Dalam memutuskan untuk mengeluarkan surat perintah tersebut, majelis hakim prasidang ICC mempertimbangkan untuk merahasiakan surat perintah tersebut tetapi akhirnya memutuskan bahwa mengumumkannya dapat "berkontribusi pada pencegahan tindakan kejahatan lebih lanjut".

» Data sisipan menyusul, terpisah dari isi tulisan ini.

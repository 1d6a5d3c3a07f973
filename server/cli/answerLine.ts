import { ZodError } from 'zod'
import { CALC_FUNCTIONS } from './calcFunctions.ts'

/** The answer to one line of `calc`, as one line: `{"value"}`, or `{"error"}` with what was wrong. Never throws. */
export function answerLine(line: string): string {
  try {
    return JSON.stringify({ value: compute(JSON.parse(line)) })
  } catch (error) {
    return JSON.stringify({ error: describe(error) })
  }
}

/** What `calc --help` prints: each function with the shape of its arguments and of its answer. */
export function describeFunctions(): string {
  const lines = Object.entries(CALC_FUNCTIONS).map(([name, { args, answer }]) => `${name} ${args} -> ${answer}\n`)
  return lines.join('')
}

function compute(request: unknown): unknown {
  if (typeof request !== 'object' || request === null || Array.isArray(request)) throw new RangeError('a line is {"fn", "args"}')
  const { fn, args } = request as { fn?: unknown; args?: unknown }
  if (typeof fn !== 'string' || !Object.hasOwn(CALC_FUNCTIONS, fn)) throw new RangeError('fn is not known; see --help')
  return CALC_FUNCTIONS[fn]?.run(args)
}

function describe(error: unknown): string {
  if (error instanceof ZodError) {
    return error.issues.map(({ path, message }) => `${['args', ...path.map(String)].join('.')}: ${message}`).join('; ').slice(0, 500)
  }
  return error instanceof Error ? error.message.slice(0, 500) : 'unknown error'
}
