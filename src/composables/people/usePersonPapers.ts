import type { UseQueryReturnType } from '@tanstack/vue-query'
import { computed, type MaybeRefOrGetter } from 'vue'
import type { PersonPaper } from '../../../shared/contract/person.ts'
import { peopleApi } from '../../api/peopleApi.ts'
import { useSession } from '../../stores/session.ts'
import { useFarmRead } from '../farm/useFarmRead.ts'

/** Training and licences of all people of a farm, the one that runs out first before the others. */
export function usePersonPapers(farmId: MaybeRefOrGetter<string>): UseQueryReturnType<PersonPaper[], Error> {
  const session = useSession()
  return useFarmRead('person-papers', farmId, (id) => peopleApi.papers(id), () => session.isOfFarm)
}

/** Those of one person. */
export function usePapersOf(farmId: () => string, personId: () => string) {
  const query = usePersonPapers(farmId)
  return { query, papers: computed(() => query.data.value?.filter(({ person }) => person.id === personId())) }
}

Tidak jelas berapa banyak anak yang diambil dari Ukraina oleh pasukan Rusia. Bulan lalu, Lab Riset Kemanusiaan Yale menerbitkan laporan yang menyatakan bahwa setidaknya 6.000 anak dari Ukraina telah dikirim ke kamp "pendidikan ulang" Rusia dalam setahun terakhir.

"Insiden yang diidentifikasi oleh kantor saya termasuk deportasi setidaknya ratusan anak yang diambil dari panti asuhan," kata jaksa ICC Karim Khan dalam sebuah pernyataan.

Baca Juga:
Prabowo ke Rusia, Dijadwalkan Bicara Empat Mata dengan Putin

Khan mengatakan banyak anak telah disiapkan untuk diadopsi di Rusia dan Putin telah mengeluarkan keputusan yang mempercepat pemberian kewarganegaraan Rusia kepada anak-anak, membuat mereka lebih mudah untuk diadopsi.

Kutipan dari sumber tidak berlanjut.